Step 5: Review results in ZAP Alerts

The payoff of add-on 0.3.0 is that you can review PTK findings where ZAP users normally review everything:

  • Open the Alerts tab in ZAP.
  • You should see Alerts created from PTK findings.
  • Alerts will also be visible in the Sites tree / context views, depending on your ZAP configuration.

ZAP Alerts tab showing PTK alerts

Practical tips for triage

  • Use ZAP’s existing Alert workflows:

    • severity filtering
    • marking false positives
    • adding notes
    • exporting reports
  • Treat PTK findings as starting points:

    • pivot into ZAP History for the exact request/response
    • reproduce in the browser session
    • use ZAP tooling (replay, fuzz, scripts) to deepen validation

Pivot from alert to request/response


How to think about the engines (SAST / IAST / DAST)

DAST (browser-driven)

Best for runtime request mutation and “real behavior” testing in the exact session you’re using.

IAST (runtime instrumentation)

Best for higher-context findings during real flows, especially in SPA-heavy apps.

SAST (loaded-script analysis)

Best for discovering risky client-side patterns in the code that actually shipped to the browser.

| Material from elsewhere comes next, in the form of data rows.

'use client';

import { mintId } from '@/components/garage/mint-id';
import { DraftItem, useDraftInScreen, useDraftSet } from '@/components/garage/draft-context';
import { ClearItem, DraftChoice, DraftFigure, DraftText, RemoveItem } from '@/components/garage/draft-fields';
import { Button } from '@/components/ui/button';
import type { FluidPoint } from '@/lib/evidence/format';
import { formatAmount, isUnitCode } from '@/lib/domain/units';
import type { WorksheetFill } from '@/lib/domain/worksheet';
import { DrawEntry } from './draw-entry';
import { FillTotal } from './fill-total';
import { fillTotal, offeredVolumes } from './fill-figures';
import { useWorksheet } from './worksheet-context';

/** First fill plus top-ups, their running total against what is specified, and the lots it came from. */
export function FillEntry({ task, point }: { task: string; point: string }) {
  const { machine, worksheet } = useWorksheet();
  const spec = machine?.terms?.fluidPoints.find((one) => one.point === point);
  const path = `tasks/${task}/fills/${point}`;
  const fill = worksheet.tasks.find(({ id }) => id === task)?.fills.find(({ id }) => id === point);
  const isDryOnly = !spec?.wetFill && spec?.dryFill !== undefined;
  const total = fillTotal(fill?.amounts ?? []);
  return (
    <DraftItem path={path} seed={{ point, fillKind: isDryOnly ? 'dry' : 'wet' }}>
      <fieldset className="space-y-4">
        <legend className="figure mb-2 text-xl">{spec?.title ?? point}, fill</legend>
        <FillAmounts path={path} fill={fill} spec={spec} />
        {spec?.dryFill ? (
          <DraftChoice
            path={`${path}/fillKind`}
            label="Kind of fill"
            hint="Wet: some of the old stays in. Dry: after the case was opened and dried."
            options={[
              { value: 'wet', label: 'Wet fill' },
              { value: 'dry', label: 'Dry fill' },
            ]}
          />
        ) : null}
        <DrawEntry
          item={path}
          kind="fluid"
          title={spec?.title ?? point}
          wanted={total}
          {...(spec?.grade ? { grade: spec.grade } : {})}
        />
        <div className="grid gap-3 sm:grid-cols-2">
          <DraftText path={`${path}/product`} label="Product" />
          <DraftText
            path={`${path}/grade`}
            label="Grade"
            {...(spec?.grade ? { hint: `Specified: ${spec.grade}.` } : {})}
          />
        </div>
        <ClearItem path={path}>Clear this fill</ClearItem>
      </fieldset>
    </DraftItem>
  );
}

interface FillAmountsProps {
  path: string;
  fill: WorksheetFill | undefined;
  spec: FluidPoint | undefined;
}

function FillAmounts({ path, fill, spec }: FillAmountsProps) {
  const { person } = useWorksheet();
  const { view } = useDraftInScreen();
  const setAll = useDraftSet();
  const own = person && isUnitCode(person.volumeUnit) ? person.volumeUnit : 'mL';
  const offered = offeredVolumes(own, spec);
  const usual = spec?.wetFill?.[0]?.unit ?? spec?.dryFill?.[0]?.unit ?? own;
  // The first fill has a fixed key, so that it is one and the same on two phones.
  const topUps = (fill?.amounts ?? []).filter(({ id }) => id !== 'first');
  const firstUnit = view.fields[`${path}/amounts/first/unit`];
  const amountPath = (id: string) => `${path}/amounts/${id}`;
  function addTopUp() {
    const id = mintId();
    setAll({
      [`${amountPath(id)}/step`]: 'top-up',
      [`${amountPath(id)}/unit`]: firstUnit ?? usual,
      [`${amountPath(id)}/position`]: String(topUps.length + 2),
    });
  }
  return (
    <>
      <DraftFigure
        path={`${amountPath('first')}/amount`}
        unitPath={`${amountPath('first')}/unit`}
        usualUnit={usual}
        offered={offered}
        label="First fill"
        {...(spec?.startWith?.[0]
          ? { hint: `Start with ${formatAmount(spec.startWith[0])}, the rest after the level check.` }
          : {})}
      />
      {topUps.map(({ id }, index) => (
        <div key={id} className="border-l-4 border-line pl-3">
          <DraftFigure
            path={`${amountPath(id)}/amount`}
            unitPath={`${amountPath(id)}/unit`}
            usualUnit={usual}
            offered={offered}
            label={`Top-up ${index + 1}`}
          />
          <RemoveItem path={amountPath(id)}>Remove top-up {index + 1}</RemoveItem>
        </div>
      ))}
      <FillTotal fill={fill} spec={spec} total={fillTotal(fill?.amounts ?? [])} />
      <Button size="big" isWide onClick={addTopUp}>
        Add a top-up
      </Button>
    </>
  );
}
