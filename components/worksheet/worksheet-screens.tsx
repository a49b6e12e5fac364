'use client';

import { useEffect, useRef } from 'react';
import { worksheetHash } from '@/components/garage/place';
import { progressWords, taskTitle } from './task-fields';
import { useWorksheet } from './worksheet-context';

/** All screens of a worksheet: a row that scrolls on a phone, a column on a desk. */
export function WorksheetScreens({ current }: { current: string }) {
  const { id, worksheet } = useWorksheet();
  const here = useRef<HTMLAnchorElement>(null);
  useEffect(() => {
    here.current?.scrollIntoView({ block: 'nearest', inline: 'center' });
  }, [current]);
  const screens = [
    { screen: 'tasks', text: 'Tasks', words: undefined },
    { screen: 'start', text: 'Odometer and times', words: undefined },
    ...worksheet.tasks.map((task) => ({ screen: task.id, text: taskTitle(task), words: progressWords(task) })),
    { screen: 'photos', text: 'Photos', words: undefined },
    { screen: 'summary', text: 'Summary', words: undefined },
  ];
  return (
    <nav aria-label="Screens of this worksheet" className="not-printed -mx-4 mb-4 overflow-x-auto px-4 lg:mx-0 lg:px-0">
      <ol className="flex w-max min-w-full border-y border-line lg:block lg:w-auto lg:border-b-0">
        {screens.map(({ screen, text, words }) => (
          <li
            key={screen}
            className="shrink-0 border-r border-line last:border-r-0 lg:border-r-0 lg:border-b lg:last:border-b"
          >
            <a
              ref={screen === current ? here : null}
              href={worksheetHash(id, screen)}
              aria-current={screen === current ? 'step' : undefined}
              className="flex min-h-14 flex-col justify-center px-3 leading-tight font-medium aria-[current=step]:bg-petrol aria-[current=step]:text-petrol-ink lg:px-2"
            >
              {text}
              {words ? <span className="hidden text-[0.9375rem] font-normal opacity-90 lg:block">{words}</span> : null}
            </a>
          </li>
        ))}
      </ol>
    </nav>
  );
}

In this integration, you can choose the rule packs you want in ZAP’s Options, then run them as part of your normal ZAP-led workflow.


OWASP PTK rules in ZAP

See all the OWASP PTK rules that can be anbled for ZAP alerts:

OWASP PTK alert tags in ZAP


What’s next

This is the first version of “PTK findings as ZAP Alerts”.

Next up, we’ll be working on full automation.

The goal is to make PTK + ZAP feel like a single automated pipeline:

  • Launch a ZAP browser with PTK enabled
  • Auto-start the selected PTK engines/rules (DAST / IAST / SAST)
  • Run a repeatable journey (login, key flows, common actions) using recorded steps or scripted browser automation
  • Wait for completion / stop conditions (time budget, coverage, confidence thresholds)
  • Stream results into ZAP continuously as Alerts (not just at the end)
  • Produce a clean, reproducible output you can report on in ZAP (and re-run on every build)

This is a big step for CI-style scanning: the same real browser session and the same UI flows, but automated and repeatable—while ZAP remains the place where findings are reviewed, filtered, and reported.


Notes and scope reminders

  • Only scan targets you have permission to test.
  • Start with conservative settings (rate/concurrency) on real environments.
  • Juice Shop is intentionally vulnerable — it’s perfect for demonstrating the workflow safely.